Collected data entries:
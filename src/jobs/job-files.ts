import type { TaskStore } from './task-store.js';
import type { SelectSpec, TaskRef } from './task.js';

/** Removes a selection job's folder and its embedding shard tasks (the cached embedding stays for later jobs). */
export async function removeJob(store: TaskStore, ref: TaskRef): Promise<void> {
  const spec = await store.readSpec<SelectSpec>(ref).catch(() => null);
  await store.remove(ref);
  for (const sh of spec?.embedding?.shards ?? []) await store.remove({ kind: 'embed', tenant: ref.tenant, id: sh.id }).catch(() => undefined);
}

/** Row ranges of at most `size` rows covering 0..rows−1. */
export function shardRanges(rows: number, size: number): Array<{ start: number; count: number }> {
  const out: Array<{ start: number; count: number }> = [];
  for (let start = 0; start < rows; start += size) out.push({ start, count: Math.min(size, rows - start) });
  return out;
}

**Problem description**. A faithful copy is required of the lines from the one with "for (let start" through the last line of the data; please add nothing.

**Solution for this problem**.
  for (let start = 0; start < rows; start += size) out.push({ start, count: Math.min(size, rows - start) });
  return out;
}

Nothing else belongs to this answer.